# TiVo Mega: The Granddaddy of Them All



## Todd Anderson (Jul 24, 2009)

Digital Video Recorders (DVRs) were first introduced during 1999 at the Consumer Electronics Show, a time in which VHS tapes and printed television guides ruled the home video recording world. Now, over a decade later, we find ourselves in an era of set-top DVR boxes, navigable screen menus, and convenient options (like season passes) that have practically simplified recording shows to a few clicks of a remote. The DVR has been a game changer on so many fronts, all of them for the better (unless you’re an advertiser).









_The TiVo Mega boasts 24 Terabytes of storage._​
One of the weak points of DVR technology has been hard drive space (which directly dictates how many shows a user can store). Manufacturers have certainly addressed this issue by increasing drive sizes and improving user storage management software, but some folks apparently need more -- as in: _a lot_ more. Today, TiVo acknowledged that need by announcing one whopper of a DVR (by far the largest it has produced to date). TiVo Mega, as its called, houses a 24 Terabyte drive capable of storing 26,000 hours of standard definition programing. In the HD world, it’s capable of recording 4,000 hours of Hi-Def shows (equivalent to 166 days of HD viewing), meaning you could park yourself on your couch for just over 23 weeks of constant playback; big-time television junkies need not search for space any longer.

"Size matters. People hate being forced to delete cool stuff from their DVR before they want to or finding a TV show they had recorded is now gone. Now, with TiVo Mega they can always know their show or movie is still there to watch later," said Ira Bahr, CMO at TiVo. "TiVo Mega offers more than twelve times the storage of any cable or satellite DVR.”

TiVo Mega is designed to be mounted on a rack, which could be a stumbling block for users looking for a tabletop solution. It houses six tuners, allowing for six shows to be recorded at the same time, and drives that are swappable. Not surprisingly, it comes multi-room capable, allowing it to serve as a whole home system. Also, owners can stream live and recorded television to smartphones and tablets with onboard stream transcoding. 

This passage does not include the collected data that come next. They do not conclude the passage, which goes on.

/**
 * The comparison of sections as `compare --json` writes it: per trait the
 * sections, the hypotheses × models ranked by AICc (N = all horizons) with
 * Akaike weights, the likelihood-ratio tests of shared against separate,
 * and the comparison's own caution. Other layouts fall back to
 * {@link jsonBlock}.
 *
 * @example
 * comparisonDocumentBlock(null); // '<p>—</p>' (another layout: shown as plain JSON)
 */
export function comparisonDocumentBlock(comparison: Json, renderLineage?: LineageRenderer): string {
  if (!isRecord(comparison) || !Array.isArray(comparison.traits)) return jsonBlock(comparison);
  const parts: string[] = [];
  // compare --trait-unit: ", trait in mm" ("ln mm" when the comparison was run with --log); nothing without a unit.
  const options = isRecord(comparison.provenance) && isRecord(comparison.provenance.options) ? comparison.provenance.options : {};
  const traitWords = (entry: Record<string, Json>): string =>
    typeof entry.trait_unit === 'string' && entry.trait_unit !== '' ? `, trait in ${traitUnitLabel(entry.trait_unit, options.log === true, '')}` : '';
  for (const entry of (comparison.traits as Json[]).filter(isRecord)) {
    const hypotheses = Array.isArray(entry.hypotheses) ? (entry.hypotheses as Json[]).filter(isRecord) : [];
    const best = isRecord(entry.best) ? entry.best : null;
    const sections = Array.isArray(entry.sections) ? (entry.sections as Json[]).filter(isRecord) : [];
    parts.push(`<h3>${escapeHtml(String(entry.trait || 'trait'))}</h3>`);
    parts.push(`<p>${escapeHtml(`${sections.length} sections (${sections.map((section) => `${section.section}: ${section.horizons} horizons${typeof section.first_age === 'number' ? ` from age ${formatNumber(section.first_age)}` : ''}`).join('; ')}), ${scalarText(entry.horizons)} horizons in all, time in ${scalarText(entry.time_unit)}${traitWords(entry)}.`)}</p>`);
    // compare.json's best_tied: more than one entry means the best is the same fit as others (equal K and logL) and cannot be told apart.
    const tied = Array.isArray(entry.best_tied) ? (entry.best_tied as Json[]).filter(isRecord) : [];
    const inTiedBest = (hypothesis: Record<string, Json>): boolean => tied.length > 1 && tied.some((item) => item.id === hypothesis.id && item.model === hypothesis.model);
    const rows = hypotheses.map((hypothesis) => {
      const isBest = best !== null && best.id === hypothesis.id && best.model === hypothesis.model;
      const sameFit = Array.isArray(hypothesis.same_fit_as) ? (hypothesis.same_fit_as as Json[]).map(String) : [];
      const status = inTiedBest(hypothesis)
        ? '<strong>best supported, tied (same fit)</strong>'
        : isBest ? '<strong>best supported</strong>'
          : hypothesis.compared === false ? escapeHtml(String(hypothesis.message ?? 'not compared'))
            : sameFit.length > 0 ? escapeHtml(`same fit as ${sameFit.join(', ')}`) : '';
      return `<tr data-hypothesis="${escapeHtml(String(hypothesis.id))}" data-model="${escapeHtml(String(hypothesis.model))}" class="${isBest ? 'best' : hypothesis.compared === false ? 'not-compared' : ''}">`
        + `<td>${escapeHtml(String(hypothesis.description ?? hypothesis.id))}</td><td>${escapeHtml(String(hypothesis.label ?? hypothesis.model))}</td>`
        + cell(hypothesis.k, 'k')
        + `<td class="number" data-field="logLik" data-value="${exactValue(hypothesis.logLik as number | null)}">${escapeHtml(typeof hypothesis.logLik === 'number' ? hypothesis.logLik.toFixed(3) : '—')}</td>`
        + `<td class="number" data-field="aicc" data-value="${exactValue(hypothesis.aicc as number | null)}">${escapeHtml(typeof hypothesis.aicc === 'number' ? hypothesis.aicc.toFixed(3) : '—')}</td>`
        + `<td class="number" data-field="delta_aicc" data-value="${exactValue(hypothesis.delta_aicc as number | null)}">${escapeHtml(typeof hypothesis.delta_aicc === 'number' ? hypothesis.delta_aicc.toFixed(3) : '—')}</td>`
        + `<td class="number" data-field="weight" data-value="${exactValue(hypothesis.weight as number | null)}">${escapeHtml(typeof hypothesis.weight === 'number' ? hypothesis.weight.toFixed(3) : '—')}</td>`
        + `<td>${status}</td></tr>`;
    });
    parts.push(`<table class="comparison" aria-label="section comparison"><thead><tr><th>hypothesis</th><th>model</th><th class="number">K</th><th class="number">logL</th><th class="number">AICc</th><th class="number">ΔAICc</th><th class="number">Akaike weight</th><th></th></tr></thead><tbody>\n${rows.join('\n')}\n</tbody></table>`);
    const tiedRows = hypotheses.filter(inTiedBest);
    if (tiedRows.length > 1) {
      const combined = tiedRows.reduce((sum, hypothesis) => sum + (typeof hypothesis.weight === 'number' ? hypothesis.weight : 0), 0);
      const names = tiedRows.map((hypothesis) => `${hypothesis.description ?? hypothesis.id}, ${hypothesis.label ?? hypothesis.model}`);
      const logL = typeof tiedRows[0].logLik === 'number' ? tiedRows[0].logLik.toFixed(3) : '—';
      parts.push(`<div class="conclusion"><p><strong>Best supported: cannot be told apart here.</strong> ${escapeHtml(`${names.join('; ')} are the same fit at their estimates (K = ${scalarText(tiedRows[0].k)}, logL ${logL} in each), so the data do not favour one over the other; together they carry Akaike weight ${combined.toFixed(3)}.`)}</p></div>`);
    } else if (best) {
      const winner = hypotheses.find((hypothesis) => hypothesis.id === best.id && hypothesis.model === best.model);
      if (winner) parts.push(`<div class="conclusion"><p><strong>Best supported:</strong> ${escapeHtml(String(winner.description ?? winner.id))}, ${escapeHtml(String(winner.label ?? winner.model))} (Akaike weight ${typeof winner.weight === 'number' ? winner.weight.toFixed(3) : '—'}).</p></div>`);
    }
    // Hypotheses never ranked (e.g. a shared shift, which is not defined here), with compare's reason.
    const leftOut = Array.isArray(entry.left_out) ? (entry.left_out as Json[]).filter(isRecord) : [];
    if (leftOut.length > 0) {
      parts.push(`<p><strong>Left out, never ranked</strong></p><ul class="note">${leftOut.map((item) => `<li>${escapeHtml(`${item.id === 'every' ? 'every hypothesis' : String(item.id)} of ${String(item.model)}: ${String(item.reason)}`)}</li>`).join('')}</ul>`);
    }
    if (Array.isArray(entry.tests) && entry.tests.length > 0) {
      const tests = (entry.tests as Json[]).filter(isRecord);
      parts.push(`<p><strong>Likelihood-ratio tests of a shared against a separate process</strong> (χ² reference distribution)</p>
<table aria-label="likelihood-ratio tests"><thead><tr><th>model</th><th>restricted</th><th>full</th><th class="number">statistic</th><th class="number">df</th><th class="number">p-value</th></tr></thead><tbody>
${tests.map((test) => `<tr><td>${escapeHtml(String(test.model))}</td><td>${escapeHtml(String(test.restricted))}</td><td>${escapeHtml(String(test.full))}</td>${cell(test.statistic, 'statistic')}${cell(test.df, 'df')}${cell(test.p_value, 'p_value')}</tr>`).join('\n')}
</tbody></table>`);
    }
    if (entry.age_uncertainty !== null && entry.age_uncertainty !== undefined) parts.push(`<p><strong>Dating uncertainty</strong></p>${jsonBlock(entry.age_uncertainty)}`);
  }
  if (Array.isArray(comparison.skipped) && comparison.skipped.length > 0) parts.push(`<p><strong>Not compared</strong></p>${jsonBlock(comparison.skipped)}`);
  if (Array.isArray(comparison.composite) && comparison.composite.length > 0 && renderLineage) {
    parts.push(`<h3>Composite lineages (sections merged on one timeline)</h3>${(comparison.composite as Json[]).filter(isRecord).map(renderLineage).join('\n')}`);
  }
  if (isRecord(comparison.age_model)) parts.push(`<details><summary>Age model</summary>${jsonBlock(comparison.age_model)}</details>`);
  if (typeof comparison.caution === 'string') parts.push(`<div class="cautions"><ul><li>${escapeHtml(comparison.caution.replace(/^Caution:\s*(.)/, (_, first: string) => first.toUpperCase()))}</li></ul></div>`);
  return parts.join('\n');
}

The unit will be officially unveiled this week at CEDIA EXPO 2014 in Denver, Colorado (Booth #570). TiVo says it will be ready for distribution early next year for approximately $5,000 USD (which includes the unit and lifetime services). That’s a hefty price, but one that storage nuts will likely be willing to pay.

_Image: TiVo_


----------



## Peter Loeser (Aug 11, 2012)

Apparently I'm not watching enough TV... :blink:


----------



## Todd Anderson (Jul 24, 2009)

Just imagine having two of these in your home...:bigsmile:


----------



## jaguar717 (Sep 8, 2014)

26,000 hours of SD, 4000 hours of HD, so maybe 1000 hours of 4k/UHD? All that resolution will turn "excessive" into "adequate" pretty quickly.


----------



## Todd Anderson (Jul 24, 2009)

True...don't stop there, though. How about 250 hours of 8K?onder:


----------



## typ44q (Apr 7, 2008)

I have a feeling anyone willing to spend $5K on this thing will not have a problem rack mounting it. 

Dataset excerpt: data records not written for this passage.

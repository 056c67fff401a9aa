import { ageFunction, hasAgeUncertainty, sedimentationRates, type AgeModel } from '../data/age-model.js';
import type { SampleSet } from '../data/samples.js';
import { WarningLog } from '../data/warnings.js';
import { ageMonteCarlo, summariseDraws, type CandidateSpread, type RankedCandidate } from '../compare/age-uncertainty.js';
import { candidateKey, compareTraits, type ComparisonRun, type TraitComparison } from '../compare/compare-sections.js';
import { perSectionName } from '../compare/joint-models.js';
import { intervalOptions } from '../fit/intervals.js';
import { modelsForLineage } from './fit-extensions.js';
import { comparisonCaution, comparisonDocument, spreadsDocument } from '../render/comparison-output.js';
import { commonTime, mergeSections, toleratingCoeval } from '../compare/stack.js';
import { fitLineage, type LineageFit } from '../fit/fit-lineage.js';
import { lineageName, type Lineage } from '../lineage.js';
import { lineageDocument, type AgeModelDocument, type AgeUncertaintyDocument, type Provenance } from '../render/fit-document.js';
import { alignColumns } from '../render/text-table.js';
import type { FigureLineageDocument } from '../render/figures/figure-input.js';
import { formatNumber } from '../render/units.js';
import { resolveModels, type ModelSelection, type ModelsOption } from './model-selection.js';
import { ageModelHook, parseDrawOptions, warnUnusedAgeModel, type AgeModelOptions } from './age-model-options.js';
import { lineagesOf, loadSamplesStreamed, type SampleFileOptions, type StreamedInput } from './input.js';
import { readingProgress } from '../io/progress.js';
import { toolVersion } from '../io/version.js';
import type { PowerProgress } from '../simulate/power.js';

// The age-model options moved to age-model-options.ts (shared by every samples-reading command); re-exported for callers of this module.
export { ageModelHook, loadAgeModel, parseDrawOptions, warnUnusedAgeModel, type AgeModelOptions, type LoadedAgeModel } from './age-model-options.js';
import type { LoadedAgeModel } from './age-model-options.js';

/** Options of `stratotrend compare`. */
export interface CompareCommandOptions extends SampleFileOptions, AgeModelOptions {
  json?: boolean;
  out?: string;
  models?: ModelsOption;
  /** false for --no-intervals, a method name for --intervals METHOD (default: the calibrated default, as in `fit`). */
  intervals?: boolean | string;
  composite?: boolean;
  mergeCoeval?: boolean;
  figure?: boolean;
  quiet?: boolean;
}

/**
 * The age model in words: ties and sedimentation rates per section.
 *
 * @example
 * ageModelWords(readAgeModel(readTable('height,age,age_sd\n0,10,0.1\n50,8,0\n', 'ties.csv')), 'Myr').split('\n')[1]; // '  every section: 2 ties, sedimentation rates 25; 1 with age_sd' (50 m in 2 Myr)
 */
export function ageModelWords(model: AgeModel, unit: string): string {
  const lines = [`Age model ${model.file} (ages by linear interpolation between ties; rates in m per ${unit}):`];
  for (const [section, ties] of model.sections) {
    const rates = sedimentationRates(ties).map((segment) => Number(segment.rate.toPrecision(3)));
    const uncertain = ties.filter((tie) => tie.ageSd > 0).length;
    lines.push(`  ${section || 'every section'}: ${ties.length} ties, sedimentation rates ${rates.join(', ')}${uncertain > 0 ? `; ${uncertain} with age_sd` : ''}`);
  }
  return lines.join('\n');
}

/**
 * Extrapolated horizons of fitted lineages in words (empty when none).
 *
 * @example
 * const lineage = { ...lineageFromArrays({ section: 'A', trait: 'x', time: [0, 1, 2], mean: [1, 2, 3], samplingVariance: [1, 1, 1] }), extrapolated: [false, true, true] };
 * extrapolatedLineageWords([lineage]); // 'EXTRAPOLATED AGES (beyond the outermost ties) — A / x: 2 (input lines 3, 4)'
 */
export function extrapolatedLineageWords(lineages: readonly Lineage[]): string {
  const parts = lineages
    .map((lineage) => ({ name: lineageName(lineage), lines: lineage.lines.filter((_, i) => lineage.extrapolated[i]) }))
    .filter((entry) => entry.lines.length > 0)
    .map((entry) => `${entry.name}: ${entry.lines.length} (input line${entry.lines.length === 1 ? '' : 's'} ${entry.lines.join(', ')})`);
  return parts.length === 0 ? '' : `EXTRAPOLATED AGES (beyond the outermost ties) — ${parts.join('; ')}`;
}

/** What {@link fitAgeDraws} gives `fit`: the text block for the terminal, and the `age_uncertainty` block of the fit document (null without draws). */
export interface AgeDrawsResult {
  readonly text: string;
  readonly document: AgeUncertaintyDocument | null;
}

/**
 * `fit --age-draws N`: redraw the tie-point ages N times, refit every lineage
 * (without intervals), and summarise per lineage how the Akaike weights and
 * point estimates move. Returns the text block for the terminal (the ties and
 * rates even without draws; empty without an age model) and the fit
 * document's `age_uncertainty` block, which `runFitStreamed` gives the
 * document when it builds it.
 *
 * @example
 * const table = readTable('section,trait,height,n,mean,sd\nQuarrel Hollow,x,0,5,1,0.5\nQuarrel Hollow,x,10,5,2,0.5\nQuarrel Hollow,x,20,5,3,0.5\nQuarrel Hollow,x,30,5,3.5,0.5\n', 'h.csv');
 * const samples = readSamples(table);
 * const age = loadAgeModel('sample-data/locality-ties.csv', {}, 'height');
 * const selection = resolveModels('strict-stasis,random-walk');
 * const options = { ageModel: 'sample-data/locality-ties.csv', ageDraws: '3' };
 * const fits = lineagesOf(samples, options, new WarningLog(), { ageOf: ageFunction(age.model) }).map((lineage) => fitLineage(lineage, selection.models, { intervals: false }));
 * const drawn = fitAgeDraws('h.csv', options, { fits, selection }, samples, age);
 * const text = drawn.text.split('\n');
 * text[0]; // 'Age model sample-data/locality-ties.csv (ages by linear interpolation between ties; rates in m per Myr):'
 * text[4]; // 'Age uncertainty for "Quarrel Hollow / x": 3 redraws of the tie-point ages (seed 1); Akaike weight median [2.5%, 97.5%] and how often best:'
 * drawn.document?.draws; // 3
 */
export function fitAgeDraws(
  file: string,
  options: AgeModelOptions & SampleFileOptions,
  run: { readonly fits: readonly LineageFit[]; readonly selection: ModelSelection },
  samples: SampleSet,
  age: LoadedAgeModel | null,
  progress?: PowerProgress,
): AgeDrawsResult {
  const { draws, seed } = parseDrawOptions(options);
  const { fits, selection } = run;
  if (!age) return { text: '', document: null };
  const { model: ageModel } = age;
  const lines: string[] = [];
  const kind = fits[0]?.lineage.positionKind;
  if (kind === 'age' || kind === 'time') {
    lines.push(`warning: the samples give "${kind}", so the age model ${ageModel.file} is not used (it places heights and depths only)`);
    return { text: lines.join('\n'), document: null };
  }
  // The ties and sedimentation rates, as compare prints them.
  lines.push(ageModelWords(ageModel, fits[0]?.lineage.timeUnit.label ?? 'Myr'));
  const extrapolated = extrapolatedLineageWords(fits.map((fit) => fit.lineage));
  if (extrapolated) lines.push(extrapolated);
  if (draws === 0) return { text: lines.join('\n'), document: null };
  // The horizons were read once (streamed); each draw only places them again.
  const samplesFile = file === '-' ? 'stdin' : file;
  const { models } = selection;
  const perDraw = ageMonteCarlo(ageModel, draws, seed, (drawn) =>
    lineagesOf(samples, options, new WarningLog(), { ageOf: ageFunction(drawn, { extrapolate: options.extrapolate, samplesFile }) })
      .map((lineage) => fitLineage(lineage, models, { intervals: false })), progress?.stage('age draws: refitting every lineage', draws));
  const summaries = fits.map((fit) => {
    const name = lineageName(fit.lineage);
    const spreads = summariseDraws(perDraw.map((drawFits) => {
      const match = drawFits.find((entry) => lineageName(entry.lineage) === name);
      return (match?.models ?? []).map((model) => ({ key: model.id, weight: model.weight, best: match?.best === model.id, estimates: model.estimates }));
    }));
    return { fit, name, spreads };
  });
  const document: AgeUncertaintyDocument = {
    draws,
    seed,
    method: 'tie ages redrawn from N(age, age_sd^2), kept in stratigraphic order; every lineage refitted without intervals',
    lineages: summaries.map(({ fit, spreads }) => ({ section: fit.lineage.section, trait: fit.lineage.trait, models: spreadsDocument(spreads) })),
  };
  if (!hasAgeUncertainty(ageModel)) lines.push(`warning: every age_sd in ${ageModel.file} is 0, so every draw repeats the plain fit`);
  for (const { fit, name, spreads } of summaries) {
    lines.push(`Age uncertainty for "${name}": ${draws} redraws of the tie-point ages (seed ${seed}); Akaike weight median [2.5%, 97.5%] and how often best:`);
    const rows = [['model', 'weight', 'best in']];
    for (const spread of spreads) rows.push([spread.key, spreadWords(spread.weight, 3), `${(100 * spread.bestFraction).toFixed(1)}%`]);
    lines.push(...alignColumns(rows));
    const keyModels = [fit.best, 'directional-walk'].filter((id, index, list): id is string => id !== null && list.indexOf(id) === index);
    for (const id of keyModels) {
      const spread = spreads.find((entry) => entry.key === id);
      if (!spread) continue;
      const parts = Object.entries(spread.estimates).filter(([, value]) => value.median !== null).map(([parameter, value]) => `${parameter} ${spreadWords(value, 4)}`);
      if (parts.length > 0) lines.push(`  ${id} estimates over the redraws (median [2.5%, 97.5%]; age uncertainty only, not a confidence interval): ${parts.join('; ')}`);
    }
  }
  lines.push('Caution: these spreads show how the conclusion moves with the dating alone; they do not include sampling error, and the age model itself (choice of ties, constant rates between them) is assumed.');
  return { text: lines.join('\n'), document };
}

With that much storage it would be nice if you could also use it has a media server for your own ripped movies.


----------



## Peter Loeser (Aug 11, 2012)

typ44q said:


> I have a feeling anyone willing to spend $5K on this thing will not have a problem rack mounting it.
> 
> With that much storage it would be nice if you could also use it has a media server for your own ripped movies.

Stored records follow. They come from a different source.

import { formatNumber, traitUnitLabel } from '../units.js';
import { lineageTitle, type LineageView } from './document-view.js';
import { escapeHtml } from './html.js';

/** Pixel size of the sketch. */
const width = 640;
const height = 520;
const margin = { left: 78, right: 24, top: 40, bottom: 56 };

/**
 * Round tick values spanning [low, high], about `count` of them (1-2-5 steps, common practice).
 *
 * @example
 * niceTicks(0, 10); // [0, 2, 4, 6, 8, 10]
 * niceTicks(0.13, 0.91); // [0.2, 0.4, 0.6, 0.8]
 */
export function niceTicks(low: number, high: number, count = 5): number[] {
  if (!(high > low)) return [low];
  const raw = (high - low) / count;
  const power = 10 ** Math.floor(Math.log10(raw));
  const step = [1, 2, 5, 10].map((factor) => factor * power).find((candidate) => candidate >= raw) ?? 10 * power;
  // Ticks by an integer count, at most 100, of safe integers (beyond 2^53, k + 1 rounds back to k): a step that underflows
  // to 0, overflows, or is below the values' rounding never loops.
  const first = Math.ceil(low / step);
  const last = Math.floor(high / step + 1e-9);
  if (!(step > 0 && step < Number.POSITIVE_INFINITY) || !Number.isSafeInteger(first) || !Number.isSafeInteger(last) || last - first > 100) return [low, high];
  const ticks: number[] = [];
  for (let k = first; k <= last; k++) ticks.push(Number((k * step).toPrecision(12)));
  return ticks;
}

/**
 * A plain SVG trajectory sketch of one lineage from its fit.json entry, used
 * in the report only when the figure module cannot be loaded: time runs up
 * the page (oldest at the bottom), each horizon's mean with its 95% sampling
 * interval (±1.96 √e_i), and the smoothed lineage mean under the best model
 * with its 95% band when the document has it. Deterministic text output.
 *
 * @example
 * const lineage = lineageFromArrays({ section: 'A', trait: 'length', time: [0, 1, 2], mean: [1, 2, 3], samplingVariance: [0.04, 0.04, 0.04] });
 * const provenance = { tool: 'stratotrend', version: '0.1.0', inputs: [{ file: 'a.csv', sha256: '0' }], options: {} };
 * const document = asFitDocument(fitDocument([fitLineage(lineage, [strictStasis, randomWalk], { intervals: false })], provenance, [], 'classic'));
 * sketchTrajectory(document.lineages[0]).svg.startsWith('<svg'); // true
 */
export function sketchTrajectory(lineage: LineageView): { svg: string; width: number; height: number } {
  const time = lineage.data.time.map((value) => value ?? Number.NaN);
  const mean = lineage.data.mean.map((value) => value ?? Number.NaN);
  const halfWidth = lineage.data.sampling_variance.map((value) => 1.96 * Math.sqrt(value ?? 0));
  const smoothMean = lineage.smoothed?.mean.map((value) => value ?? Number.NaN) ?? [];
  const smoothHalf = lineage.smoothed?.standard_error.map((value) => 1.96 * (value ?? 0)) ?? [];
  const lows = [...mean.map((value, i) => value - halfWidth[i]), ...smoothMean.map((value, i) => value - smoothHalf[i])].filter(Number.isFinite);
  const highs = [...mean.map((value, i) => value + halfWidth[i]), ...smoothMean.map((value, i) => value + smoothHalf[i])].filter(Number.isFinite);
  let traitLow = Math.min(...lows);
  let traitHigh = Math.max(...highs);
  if (!(traitHigh > traitLow)) { traitLow -= 1; traitHigh += 1; }
  const pad = (traitHigh - traitLow) * 0.05;
  traitLow -= pad;
  traitHigh += pad;
  const timeLast = Math.max(...time) || 1;
  const timeLow = -0.04 * timeLast;
  const timeHigh = timeLast * 1.04;
  const plotWidth = width - margin.left - margin.right;
  const plotHeight = height - margin.top - margin.bottom;
  const x = (value: number): number => margin.left + ((value - traitLow) / (traitHigh - traitLow)) * plotWidth;
  const y = (value: number): number => margin.top + plotHeight - ((value - timeLow) / (timeHigh - timeLow)) * plotHeight;
  const f = (value: number): string => value.toFixed(1);
  const parts: string[] = [];
  parts.push(`<rect x="0" y="0" width="${width}" height="${height}" fill="#ffffff"/>`);
  parts.push(`<text x="${width / 2}" y="22" text-anchor="middle" font-size="15" font-weight="600">${escapeHtml(lineageTitle(lineage))}</text>`);
  for (const tick of niceTicks(traitLow, traitHigh)) {
    parts.push(`<line x1="${f(x(tick))}" y1="${margin.top}" x2="${f(x(tick))}" y2="${margin.top + plotHeight}" stroke="#e3e6ea"/>`);
    parts.push(`<text x="${f(x(tick))}" y="${margin.top + plotHeight + 18}" text-anchor="middle" font-size="12">${escapeHtml(formatNumber(tick))}</text>`);
  }
  for (const tick of niceTicks(0, timeLast)) {
    parts.push(`<line x1="${margin.left}" y1="${f(y(tick))}" x2="${margin.left + plotWidth}" y2="${f(y(tick))}" stroke="#e3e6ea"/>`);
    parts.push(`<text x="${margin.left - 8}" y="${f(y(tick) + 4)}" text-anchor="end" font-size="12">${escapeHtml(formatNumber(tick))}</text>`);
  }
  parts.push(`<rect x="${margin.left}" y="${margin.top}" width="${plotWidth}" height="${plotHeight}" fill="none" stroke="#1d2430"/>`);
  if (smoothMean.length === mean.length && smoothMean.length > 1) {
    const left = smoothMean.map((value, i) => `${f(x(value - smoothHalf[i]))},${f(y(time[i]))}`);
    const right = smoothMean.map((value, i) => `${f(x(value + smoothHalf[i]))},${f(y(time[i]))}`).reverse();
    parts.push(`<polygon points="${[...left, ...right].join(' ')}" fill="#1f5fa6" fill-opacity="0.15" stroke="none"/>`);
    parts.push(`<polyline points="${smoothMean.map((value, i) => `${f(x(value))},${f(y(time[i]))}`).join(' ')}" fill="none" stroke="#1f5fa6" stroke-width="2"/>`);
  }
  mean.forEach((value, i) => {
    parts.push(`<line x1="${f(x(value - halfWidth[i]))}" y1="${f(y(time[i]))}" x2="${f(x(value + halfWidth[i]))}" y2="${f(y(time[i]))}" stroke="#1d2430" stroke-width="1.2"/>`);
    parts.push(`<circle cx="${f(x(value))}" cy="${f(y(time[i]))}" r="3.5" fill="#b55d00" stroke="#1d2430" stroke-width="0.8"/>`);
  });
  const unit = lineage.trait_unit ? `, ${traitUnitLabel(lineage.trait_unit, lineage.transform === 'ln', '')}` : '';
  const traitName = `${lineage.trait || 'trait'}${lineage.transform === 'ln' ? ` (natural log${unit})` : unit ? ` (${unit.slice(2)})` : ''}`;
  parts.push(`<text x="${margin.left + plotWidth / 2}" y="${height - 14}" text-anchor="middle" font-size="13">${escapeHtml(traitName)}</text>`);
  parts.push(`<text transform="translate(20 ${margin.top + plotHeight / 2}) rotate(-90)" text-anchor="middle" font-size="13">${escapeHtml(`time since oldest horizon (${lineage.time_unit})`)}</text>`);
  const svg = `<svg xmlns="http://www.w3.org/2000/svg" width="${width}" height="${height}" viewBox="0 0 ${width} ${height}" font-family="system-ui, sans-serif" fill="#1d2430">${parts.join('')}</svg>`;
  return { svg, width, height };
}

Totally agree on both accounts.


----------



## dschlic1 (Mar 15, 2013)

I have a hard time watching the 20 hours recorded on my DVR right now!


----------



## Peter Loeser (Aug 11, 2012)

I have a hard time watching even 20 minutes of anything on TV these days. Sporting events (not commentary) are about the only thing I can tolerate. And Top Gear UK.


----------



## reef_paddy (Dec 29, 2013)

Seagate just came out with 8Tb on a single 3.5" drive, times 10 drives (with RAID5) giving you a potential 72Tb of storage capacity, or 750hours of 8K TV :rofl:. Provided TiVo come out and support this new drive size.


----------



## swspiers (Aug 22, 2014)

I have absolutely no need for this, whatsoever.

But I really want it!


----------



## AU26 (Apr 12, 2014)

Sounds much more intended for professional rather than private use. Don't think I would need one soon.
Cheers from Australia


----------